# Lean Operations



## Entrenador

Amigos, estoy trabajando en una traduccion sore procesos de produccion una de las fraces es "Lean Operations" tengo varias opciones pero quiero la mas sencilla y concreta para que los empleados puedan entender el mejor concepto y la finalidad. Una de mis opciones son:

Operaciones en linea
Macro operaciones
Operaciones de delantera

Cual creen ustedes que es la mejor opcion o que otras ideas me pueden brindar.
De antemano gracias.

E.


----------



## fenixpollo

Hola, Entrenador, y bienvenido al foro. 

Te ofrezco unos enlaces a hilos anteriores acerca de lean manufacturing. Espero que te ayuden.

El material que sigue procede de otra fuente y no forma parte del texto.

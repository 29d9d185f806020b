"""Links between the tables of one file: names and ids resolved, once, when it is read."""

from dataclasses import replace
from pathlib import Path
from typing import TypeVar

import numpy as np

from ..errors import InputError
from ..problems import Log, Severity
from .header import Header
from .model import (
    Array,
    Corr,
    DataTable,
    Inspol,
    OIFile,
    OtherHDU,
    Target,
    Wavelength,
)
from .schema import Table, columns, keywords
from .stars import SAME_PLACE, Stars, places, plain

T = TypeVar("T", bound=Table)


def assemble(
    path: Path, header: Header, tables: list[Table], others: list[OtherHDU], log: Log
) -> OIFile:
    """An `OIFile` of the tables that were read, with every link that can be resolved.

    Data tables whose target or spectral set-up is unknown are left out.

    Raises
    ------
    InputError
        If no OI_TARGET, no OI_WAVELENGTH or no table of data is usable.
    """
    target = _target(path, [t for t in tables if isinstance(t, Target)], log)
    wavelengths = _unique([t for t in tables if isinstance(t, Wavelength)], "insname", log)
    arrays = _unique([t for t in tables if isinstance(t, Array)], "arrname", log)
    correlations = _unique([t for t in tables if isinstance(t, Corr)], "corrname", log)
    if not wavelengths:
        raise InputError(f"{path}: no usable OI_WAVELENGTH table, so no datum has a wavelength")
    data = []
    for table in tables:
        if isinstance(table, DataTable) and _linked(table, wavelengths, arrays, correlations, log):
            rows = _rows_of_known_targets(table, target, log)
            if len(rows):
                data.append(rows)
    if not data:
        raise InputError(
            f"{path}: no usable table of data (OI_VIS2, OI_T3, OI_VIS or OI_FLUX)" + _because(log)
        )
    return OIFile(
        target=target,
        wavelengths=wavelengths,
        data=data,
        arrays=arrays,
        correlations=correlations,
        polarisations=[
            _rows_of_known_targets(t, target, log) for t in tables if isinstance(t, Inspol)
        ],
        primary=_primary(header),
        history=_lines(header, "HISTORY"),
        comments=_lines(header, "COMMENT"),
        others=others,
        version=2 if header.text("CONTENT").upper() == "OIFITS2" else 1,
        files=(str(path),),
        problems=log.problems,
    )


def _because(log: Log) -> str:
    """The last thing that was left out, as the reason of an error."""
    left_out = [p for p in log.problems if p.severity == Severity.UNUSABLE]
    return f": {left_out[-1].table}: {left_out[-1].what}" if left_out else ""


def _target(path: Path, tables: list[Target], log: Log) -> Target:
    if not tables:
        raise InputError(f"{path}: no usable OI_TARGET table{_because(log)}")
    table = tables[0]
    for other in tables[1:]:
        log.suspicious(other.label, "a second OI_TARGET table", f"only {table.label} is used")
    if not len(table):
        raise InputError(f"{path}: {table.label} has no rows")
    keep = np.ones(len(table), dtype=bool)
    first: dict[int, int] = {}
    where = places(table)
    for row, number in enumerate(table.target_id.tolist()):
        known = first.setdefault(number, row)
        if known == row:
            continue
        one, two = str(table.target[known]), str(table.target[row])
        if plain(one) != plain(two):
            raise InputError(
                f"{path}: {table.label}: TARGET_ID {number} is both {one!r} and {two!r}"
            )
        keep[row] = False
        away = where[known].away(where[row]) or 0.0
        if away >= SAME_PLACE:
            what = f"TARGET_ID {number} appears twice, {away:.3g} deg apart"
            log.suspicious(table.label, what, "the first is used")
        else:
            log.note(table.label, f"TARGET_ID {number} appears twice", "one row is kept")
    return _told_apart(table if keep.all() else table.select(keep), log)


def _told_apart(table: Target, log: Log) -> Target:
    """The targets with names that no two stars share."""
    stars = Stars()
    given = [
        stars.name(name, place)
        for name, place in zip(table.target.tolist(), places(table), strict=True)
    ]
    for wanted, (name, away) in zip(table.target.tolist(), given, strict=True):
        if away:
            what = f"two targets {wanted!r} are {away:.3g} deg apart"
            log.suspicious(table.label, what, f"the second is called {name!r}")
    return replace(table, target=np.array([name for name, _ in given], dtype=str))


def mapped(ids: np.ndarray, new: dict[int, int]) -> np.ndarray:
    """`ids` with those that `new` knows replaced; the others stay."""
    old, where = np.unique(ids, return_inverse=True)
    values = np.array([new.get(number, number) for number in old.tolist()], dtype=ids.dtype)
    return values[where].reshape(ids.shape)


def _unique(tables: list[T], key: str, log: Log) -> list[T]:
    """Tables of which no two have the same name; of equal ones the first."""
    kept: dict[str, T] = {}
    ambiguous: set[str] = set()
    for table in tables:
        name = getattr(table, key)
        if name not in kept:
            kept[name] = table
        elif same_content(kept[name], table):
            log.note(table.label, f"{key.upper()} {name!r} appears twice, alike", "one is kept")
        else:
            ambiguous.add(name)
            log.unusable(
                table.label,
                f"{key.upper()} {name!r} appears twice with other contents",
                "what refers to it is left out",
            )
    return [table for name, table in kept.items() if name not in ambiguous]


def same_content(a: Table, b: Table) -> bool:
    """Whether two tables of one kind are equal, but perhaps for their name."""
    if any(a[k.name] != b[k.name] for k in keywords(type(a)) if not k.name.endswith("NAME")):
        return False
    for column in columns(type(a)):
        x, y = a[column.name], b[column.name]
        if (x is None) != (y is None):
            return False
        if x is not None and not np.array_equal(x, y, equal_nan=column.code in "EDC"):
            return False
    return True


def _linked(table, wavelengths, arrays, correlations, log: Log) -> bool:
    """Resolve the names that a table of data refers to; whether it can be used."""
    name = _match(table.insname, [w.insname for w in wavelengths])
    if name is None:
        known = ", ".join(repr(w.insname) for w in wavelengths)
        log.unusable(
            table.label,
            f"INSNAME {table.insname!r} has no OI_WAVELENGTH (there are {known})",
            "the table is left out",
        )
        return False
    if name != table.insname:
        log.note(table.label, f"INSNAME is {table.insname!r}, not {name!r}", "taken as the same")
        table.insname = name
    nwave = len(next(w for w in wavelengths if w.insname == name))
    if table.flag.shape[1] != nwave:
        log.unusable(
            table.label,
            f"it has {table.flag.shape[1]} channels, the OI_WAVELENGTH {name!r} has {nwave}",
            "the table is left out",
        )
        return False
    if table.arrname is None and len(arrays) == 1 and table.sta_index is not None:
        table.arrname = arrays[0].arrname  # version 1 may leave out what is clear
    for key, known in (
        ("arrname", [a.arrname for a in arrays]),
        ("corrname", [c.corrname for c in correlations]),
    ):
        wanted = getattr(table, key)
        if wanted is None:
            continue
        found = _match(wanted, known)
        if found is None:
            log.suspicious(
                table.label,
                f"{key.upper()} {wanted!r} has no table",
                "stations have no names"
                if key == "arrname"
                else "its data are taken as independent",
            )
        setattr(table, key, found)
    return True


def _match(wanted: str, known: list[str]) -> str | None:
    """The known name that `wanted` means: the same, or the only one alike but for case, blanks."""
    if wanted in known:
        return wanted
    alike = [name for name in known if plain(name) == plain(wanted)]
    return alike[0] if len(alike) == 1 else None


def _rows_of_known_targets(table: T, target: Target, log: Log) -> T:
    known = np.isin(table.target_id, target.target_id)
    if known.all():
        return table
    unknown = sorted({int(i) for i in table.target_id[~known]})
    log.unusable(
        table.label,
        f"{np.count_nonzero(~known)} rows have TARGET_ID {', '.join(map(str, unknown[:5]))}, "
        "which OI_TARGET does not know",
        "these rows are left out",
    )
    return table.select(known)


def _primary(header: Header) -> dict[str, object]:
    """The keywords of the primary header that say something about the data."""
    skip = {"SIMPLE", "BITPIX", "EXTEND", "CHECKSUM", "DATASUM", "COMMENT", "HISTORY"}
    return {
        name: value
        for name, value, _ in header.cards
        if name not in skip and not name.startswith("NAXIS")
    }


def _lines(header: Header, keyword: str) -> list[str]:
    return [str(value) for name, value, _ in header.cards if name == keyword]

http://forum.wordreference.com/showthread.php?t=272080&highlight=lean

http://forum.wordreference.com/showthread.php?t=198168&highlight=lean

http://forum.wordreference.com/showthread.php?t=49305

Saludos.


----------



## Omachado

"Lean Operations" me hace pensar en "Operaciones depuradas"/"maximización de costos" o términos afines.


----------



## abeltio

Entrenador said:


> Amigos, estoy trabajando en una traducción sobre procesos de producción una de las fra*S*es es "Lean Operations" tengo varias opciones pero quiero la más sencilla y concreta para que los empleados puedan entender el mejor concepto y la finalidad. AlgUnas de mis opciones son:
> 
> Operaciones en linea
> Macro operaciones
> Operaciones de delantera
> 
> ¿Cuál creen ustedes que es la mejor opción o que otras ideas me pueden brindar?
> De antemano gracias.
> 
> E.


 
Por favor considera lo siguiente: por el número de faltas parece que no usas acentos.
http://forum.wordreference.com/showthread.php?t=20801
Ahí explica como instalar el US International.

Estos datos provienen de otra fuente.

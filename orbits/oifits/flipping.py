"""Reversing the sign of all phases of a file, for instruments that use the other convention."""

from dataclasses import replace

import numpy as np

from .correlation import Numbers
from .model import T3, OIFile, Vis

_PHASES = {Vis: ("VISPHI", "IVIS"), T3: ("T3PHI",)}
"""What changes its sign under complex conjugation."""


def flipped(file: OIFile) -> OIFile:
    """`file` as if it had been written with V = integral I exp(+2 pi i (u x + v y)).

    Correlations between a phase and anything else change their sign too.
    """
    numbers = Numbers(file)
    turned = [np.empty(0, dtype=np.int64)]
    data = []
    for table in file.data:
        changes = {}
        for name in _PHASES.get(type(table), ()):
            if table[name] is None:
                continue
            changes[name.lower()] = -table[name]
            which = numbers.of(table, f"CORRINDX_{name}")
            if which is not None:
                turned.append(which.ravel())
        data.append(replace(table, **changes) if changes else table)
    correlations = []
    for table in file.correlations:
        i, j, valid = numbers.pairs(table)
        mixed = valid & (np.isin(i, np.concatenate(turned)) != np.isin(j, np.concatenate(turned)))
        corr = np.where(mixed, -table.corr, table.corr)
        correlations.append(replace(table, corr=corr))
    return replace(file, data=data, correlations=correlations)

De todas formas, trata de usar un corrector antes de poner tu pregunta... todas esas faltas de ortografía hacen que los que no tienen al castellano como lengua materna se confundan.

Lean Operations es una nueva "buzz word"... se logra mediante un estudio del proceso donde se eliminan pasos redundantes o que no aportan valor agregado.

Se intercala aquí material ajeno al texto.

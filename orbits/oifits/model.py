"""The tables of OIFITS as Python objects: what the standard says about each, said once.

The attributes of a table are the standard's own names in lower case: `vis2data` is the column
VIS2DATA, `date_obs` the keyword DATE-OBS. A missing `fill` means that the value must be given.

Versions 1 (Pauls et al. 2005, PASP 117, 1255) and 2 (Duvert et al. 2017, A&A 597, A8).
"""

# `column` and `keyword` make dataclass fields, so calling them as defaults is meant.
# ruff: noqa: RUF009

from dataclasses import dataclass, field
from pathlib import Path
from typing import Any, ClassVar

import numpy as np

from ..observation import sides
from ..problems import Problem
from .schema import FLUX_ONLY, NWAVE, OPEN, Table, column, keyword


@dataclass(kw_only=True, eq=False)
class Target(Table):
    """OI_TARGET: one row a target. Unknown positions, errors and motions are 0."""

    extname: ClassVar[str] = "OI_TARGET"

    target_id: np.ndarray = column("I")
    target: np.ndarray = column("A", width=32)
    raep0: np.ndarray = column("D", unit="deg", fill=0.0)
    decep0: np.ndarray = column("D", unit="deg", fill=0.0)
    equinox: np.ndarray = column("E", unit="yr", fill=2000.0)
    ra_err: np.ndarray = column("D", unit="deg", fill=0.0)
    dec_err: np.ndarray = column("D", unit="deg", fill=0.0)
    sysvel: np.ndarray = column("D", unit="m/s", fill=0.0)
    veltyp: np.ndarray = column("A", width=8, fill="UNKNOWN")
    veldef: np.ndarray = column("A", width=8, fill="OPTICAL")
    pmra: np.ndarray = column("D", unit="deg/yr", fill=0.0)
    pmdec: np.ndarray = column("D", unit="deg/yr", fill=0.0)
    pmra_err: np.ndarray = column("D", unit="deg/yr", fill=0.0)
    pmdec_err: np.ndarray = column("D", unit="deg/yr", fill=0.0)
    parallax: np.ndarray = column("E", unit="deg", fill=0.0)
    para_err: np.ndarray = column("E", unit="deg", fill=0.0)
    spectyp: np.ndarray = column("A", width=32, fill="UNKNOWN")
    category: np.ndarray | None = column("A", width=3, since=2, optional=True)
    """SCI or CAL."""


@dataclass(kw_only=True, eq=False)
class Array(Table):
    """OI_ARRAY: one row a station."""

    extname: ClassVar[str] = "OI_ARRAY"

    arrname: str = keyword(str)
    frame: str = keyword(str, fill="GEOCENTRIC")
    """GEOCENTRIC or SKY."""
    arrayx: float = keyword(float, fill=0.0)
    arrayy: float = keyword(float, fill=0.0)
    arrayz: float = keyword(float, fill=0.0)
    """Centre of the array, m; 0, 0, 0 where unknown."""

    tel_name: np.ndarray = column("A", width=16)
    sta_name: np.ndarray = column("A", width=16)
    sta_index: np.ndarray = column("I")
    diameter: np.ndarray = column("E", unit="m", fill=0.0)
    staxyz: np.ndarray = column("D", 3, unit="m", fill=np.nan)
    """(nrow, 3) relative to the centre, m."""
    fov: np.ndarray = column("D", unit="arcsec", since=2, fill=np.nan)
    fovtype: np.ndarray = column("A", width=6, since=2, fill="FWHM")
    """FWHM or RADIUS."""


@dataclass(kw_only=True, eq=False)
class Wavelength(Table):
    """OI_WAVELENGTH: one row a spectral channel."""

    extname: ClassVar[str] = "OI_WAVELENGTH"

    insname: str = keyword(str)

    eff_wave: np.ndarray = column("E", unit="m")
    """(nwave,) effective wavelength, m. The standard stores single precision."""
    eff_band: np.ndarray = column("E", unit="m", fill=0.0)
    """(nwave,) effective width, m; 0 where unknown."""


@dataclass(kw_only=True, eq=False)
class DataTable(Table):
    """What the tables of data have in common: nrow measurements in nwave channels."""

    quantities: ClassVar[tuple[tuple[str, str, str], ...]]
    """(value, error, correlation index) of each quantity, as column names."""

    @property
    def measured(self) -> list[tuple[str, str, str]]:
        """Those of `quantities` that this table has, with their errors."""
        return [q for q in self.quantities if self[q[0]] is not None and self[q[1]] is not None]


@dataclass(kw_only=True, eq=False)
class BaselineTable(DataTable):
    """What the tables of interferometric data have in common: each row has its baselines."""

    @property
    def legs(self) -> np.ndarray:
        """(nrow, k, 2): u and v of the independent baselines, m; k is 2 for triangles, else 1."""
        return np.stack([self.ucoord, self.vcoord], axis=-1)[:, None, :]

    @property
    def sides(self) -> np.ndarray:
        """(nrow, 1 or 3): lengths of all the projected baselines, m."""
        every = sides(self.legs)
        return np.hypot(every[..., 0], every[..., 1])


@dataclass(kw_only=True, eq=False)
class Vis(BaselineTable):
    """OI_VIS: amplitude and phase of the visibility of a baseline."""

    extname: ClassVar[str] = "OI_VIS"
    quantities: ClassVar = (
        ("VISAMP", "VISAMPERR", "CORRINDX_VISAMP"),
        ("VISPHI", "VISPHIERR", "CORRINDX_VISPHI"),
        ("RVIS", "RVISERR", "CORRINDX_RVIS"),
        ("IVIS", "IVISERR", "CORRINDX_IVIS"),
    )

    date_obs: str = keyword(str)
    arrname: str | None = keyword(str, since=2)
    insname: str = keyword(str)
    corrname: str | None = keyword(str, since=2, optional=True)
    amptyp: str | None = keyword(str, since=2, optional=True)
    """absolute, differential or correlated flux."""
    phityp: str | None = keyword(str, since=2, optional=True)
    """absolute or differential."""
    amporder: int | None = keyword(int, since=2, optional=True)
    phiorder: int | None = keyword(int, since=2, optional=True)

    target_id: np.ndarray = column("I")
    time: np.ndarray = column("D", unit="s", fill=0.0)
    mjd: np.ndarray = column("D", unit="day")
    int_time: np.ndarray = column("D", unit="s", fill=0.0)
    visamp: np.ndarray = column("D", NWAVE, unit=FLUX_ONLY, fill=np.nan)
    visamperr: np.ndarray = column("D", NWAVE, unit=FLUX_ONLY, fill=np.nan)
    corrindx_visamp: np.ndarray | None = column("J", since=2, optional=True)
    visphi: np.ndarray = column("D", NWAVE, unit="deg", fill=np.nan)
    visphierr: np.ndarray = column("D", NWAVE, unit="deg", fill=np.nan)
    corrindx_visphi: np.ndarray | None = column("J", since=2, optional=True)
    visrefmap: np.ndarray | None = column("L", NWAVE, NWAVE, since=2, optional=True)
    rvis: np.ndarray | None = column("D", NWAVE, unit=OPEN, since=2, optional=True)
    rviserr: np.ndarray | None = column("D", NWAVE, unit=OPEN, since=2, optional=True)
    corrindx_rvis: np.ndarray | None = column("J", since=2, optional=True)
    ivis: np.ndarray | None = column("D", NWAVE, unit=OPEN, since=2, optional=True)
    iviserr: np.ndarray | None = column("D", NWAVE, unit=OPEN, since=2, optional=True)
    corrindx_ivis: np.ndarray | None = column("J", since=2, optional=True)
    ucoord: np.ndarray = column("D", unit="m")
    vcoord: np.ndarray = column("D", unit="m")
    sta_index: np.ndarray = column("I", 2)
    flag: np.ndarray = column("L", NWAVE, fill=False)


@dataclass(kw_only=True, eq=False)
class Vis2(BaselineTable):
    """OI_VIS2: squared visibility of a baseline."""

    extname: ClassVar[str] = "OI_VIS2"
    quantities: ClassVar = (("VIS2DATA", "VIS2ERR", "CORRINDX_VIS2DATA"),)

    date_obs: str = keyword(str)
    arrname: str | None = keyword(str, since=2)
    insname: str = keyword(str)
    corrname: str | None = keyword(str, since=2, optional=True)

    target_id: np.ndarray = column("I")
    time: np.ndarray = column("D", unit="s", fill=0.0)
    mjd: np.ndarray = column("D", unit="day")
    int_time: np.ndarray = column("D", unit="s", fill=0.0)
    vis2data: np.ndarray = column("D", NWAVE)
    vis2err: np.ndarray = column("D", NWAVE)
    corrindx_vis2data: np.ndarray | None = column("J", since=2, optional=True)
    ucoord: np.ndarray = column("D", unit="m")
    vcoord: np.ndarray = column("D", unit="m")
    sta_index: np.ndarray = column("I", 2)
    """(nrow, 2): the baseline is the second station minus the first."""
    flag: np.ndarray = column("L", NWAVE, fill=False)
    """True: bad, not to be used."""


@dataclass(kw_only=True, eq=False)
class T3(BaselineTable):
    """OI_T3: amplitude and phase of the bispectrum of a triangle of stations A, B, C."""

    extname: ClassVar[str] = "OI_T3"
    quantities: ClassVar = (
        ("T3AMP", "T3AMPERR", "CORRINDX_T3AMP"),
        ("T3PHI", "T3PHIERR", "CORRINDX_T3PHI"),
    )

    date_obs: str = keyword(str)
    arrname: str | None = keyword(str, since=2)
    insname: str = keyword(str)
    corrname: str | None = keyword(str, since=2, optional=True)

    target_id: np.ndarray = column("I")
    time: np.ndarray = column("D", unit="s", fill=0.0)
    mjd: np.ndarray = column("D", unit="day")
    int_time: np.ndarray = column("D", unit="s", fill=0.0)
    t3amp: np.ndarray = column("D", NWAVE, fill=np.nan)
    """NaN, with its error, where only the phase was measured."""
    t3amperr: np.ndarray = column("D", NWAVE, fill=np.nan)
    corrindx_t3amp: np.ndarray | None = column("J", since=2, optional=True)
    t3phi: np.ndarray = column("D", NWAVE, unit="deg")
    t3phierr: np.ndarray = column("D", NWAVE, unit="deg")
    corrindx_t3phi: np.ndarray | None = column("J", since=2, optional=True)
    u1coord: np.ndarray = column("D", unit="m")
    v1coord: np.ndarray = column("D", unit="m")
    """Side A to B."""
    u2coord: np.ndarray = column("D", unit="m")
    v2coord: np.ndarray = column("D", unit="m")
    """Side B to C."""
    sta_index: np.ndarray = column("I", 3)
    flag: np.ndarray = column("L", NWAVE, fill=False)

    @property
    def legs(self) -> np.ndarray:
        """(nrow, 2, 2): u and v of the sides A to B and B to C, m."""
        first = np.stack([self.u1coord, self.v1coord], axis=-1)
        return np.stack([first, np.stack([self.u2coord, self.v2coord], axis=-1)], axis=1)


@dataclass(kw_only=True, eq=False)
class Flux(DataTable):
    """OI_FLUX: spectrum of the target, calibrated (CALSTAT C) or per station (U)."""

    extname: ClassVar[str] = "OI_FLUX"
    revision: ClassVar[int] = 1
    quantities: ClassVar = (("FLUXDATA", "FLUXERR", "CORRINDX_FLUXDATA"),)

    date_obs: str = keyword(str)
    insname: str = keyword(str)
    arrname: str | None = keyword(str, optional=True)
    corrname: str | None = keyword(str, optional=True)
    fov: float | None = keyword(float, optional=True)
    fovtype: str | None = keyword(str, optional=True)
    calstat: str = keyword(str)

    target_id: np.ndarray = column("I")
    mjd: np.ndarray = column("D", unit="day")
    int_time: np.ndarray = column("D", unit="s", fill=0.0)
    fluxdata: np.ndarray = column("D", NWAVE, unit=OPEN)
    fluxerr: np.ndarray = column("D", NWAVE, unit=OPEN)
    corrindx_fluxdata: np.ndarray | None = column("J", optional=True)
    sta_index: np.ndarray | None = column("I", optional=True)
    flag: np.ndarray = column("L", NWAVE, fill=False)


@dataclass(kw_only=True, eq=False)
class Corr(Table):
    """OI_CORR: correlations between data, above the diagonal of a symmetric matrix."""

    extname: ClassVar[str] = "OI_CORR"
    revision: ClassVar[int] = 1

    corrname: str = keyword(str)
    ndata: int = keyword(int)

    iindx: np.ndarray = column("J")
    jindx: np.ndarray = column("J")
    corr: np.ndarray = column("D")


@dataclass(kw_only=True, eq=False)
class Inspol(Table):
    """OI_INSPOL: Jones matrices of the instrument; kept, not used."""

    extname: ClassVar[str] = "OI_INSPOL"
    revision: ClassVar[int] = 1

    date_obs: str = keyword(str)
    npol: int = keyword(int)
    arrname: str = keyword(str)
    orient: str = keyword(str)
    model: str = keyword(str)

    target_id: np.ndarray = column("I")
    insname: np.ndarray = column("A", width=16)
    mjd_obs: np.ndarray = column("D", unit="day")
    mjd_end: np.ndarray = column("D", unit="day")
    jxx: np.ndarray = column("C", NWAVE)
    jyy: np.ndarray = column("C", NWAVE)
    jxy: np.ndarray = column("C", NWAVE)
    jyx: np.ndarray = column("C", NWAVE)
    sta_index: np.ndarray = column("I")


KINDS: dict[str, type[Table]] = {
    kind.extname: kind for kind in (Target, Array, Wavelength, Vis, Vis2, T3, Flux, Corr, Inspol)
}


@dataclass(frozen=True)
class OtherHDU:
    """An extension that is no OIFITS table: kept byte for byte."""

    name: str
    raw: bytes


@dataclass(kw_only=True, eq=False)
class OIFile:
    """All that an OIFITS file holds.

    Example
    -------
    One squared visibility in two channels::

        file = OIFile(
            target=Target(target_id=[1], target=["Harrow 7"], raep0=[84.1], decep0=[-1.2]),
            arrays=[Array(arrname="SIM", tel_name=["T1", "T2"], sta_name=["A", "B"],
                          sta_index=[1, 2], staxyz=[[0, 0, 0], [0, 100, 0]])],
            wavelengths=[Wavelength(insname="SIM_H", eff_wave=[1.6e-6, 1.7e-6],
                                    eff_band=[5e-8, 5e-8])],
            data=[Vis2(insname="SIM_H", arrname="SIM", date_obs="2026-03-14", target_id=[1],
                       mjd=[61113.1], int_time=[60.0], vis2data=[[0.9, 0.8]],
                       vis2err=[[0.01, 0.01]], ucoord=[80.0], vcoord=[60.0],
                       sta_index=[[1, 2]])],
        )
        file.write("night.oifits")
    """

    target: Target
    wavelengths: list[Wavelength]
    data: list[DataTable]
    """Vis, Vis2, T3 and Flux tables, in the order of the file."""
    arrays: list[Array] = field(default_factory=list)
    correlations: list[Corr] = field(default_factory=list)
    polarisations: list[Inspol] = field(default_factory=list)
    primary: dict[str, object] = field(default_factory=dict)
    """Keywords of the primary header; the writer fills in those that version 2 demands."""
    history: list[str] = field(default_factory=list)
    comments: list[str] = field(default_factory=list)
    others: list[OtherHDU] = field(default_factory=list)
    version: int = 2
    files: tuple[str, ...] = ()
    """The files it was read from."""
    problems: list[Problem] = field(default_factory=list)
    """What departed from the standard when it was read."""
    clashes: list[Problem] = field(default_factory=list)
    """What did not agree between the files that it was joined from."""

    @property
    def source(self) -> str:
        """How messages call it: the names of its files."""
        return ", ".join(self.files)

    @property
    def tables(self) -> list[Table]:
        """Every OIFITS table, in the order in which they are written."""
        return [
            self.target,
            *self.arrays,
            *self.wavelengths,
            *self.correlations,
            *self.data,
            *self.polarisations,
        ]

    def wavelength(self, insname: str) -> Wavelength:
        """The spectral set-up of that name."""
        return next(table for table in self.wavelengths if table.insname == insname)

    def array(self, arrname: str | None) -> Array | None:
        """The array of that name; None where there is none."""
        return next((table for table in self.arrays if table.arrname == arrname), None)

    def of(self, kind: type[Table]) -> list[Any]:
        """The data tables of one kind."""
        return [table for table in self.data if isinstance(table, kind)]

    def write(self, path: str | Path, *, force: bool = False) -> None:
        """Write a version 2 file; see `orbits.oifits.writing.write`."""
        from .writing import write

        write(self, path, force=force)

La traducción literal de lean es magro/a (que no tiene grasa)
Nosotros en la empresa hemos adoptado: 
Operaciones magras/ Parada de planta magra.

La idea es que traducir LEAN por: optimizadas, eficientes... las típicas palabras de uso industrial... le quitaba el impacto psicológico que produce LEAN/MAGRO en oposición a FAT/GORDO (por grasoso)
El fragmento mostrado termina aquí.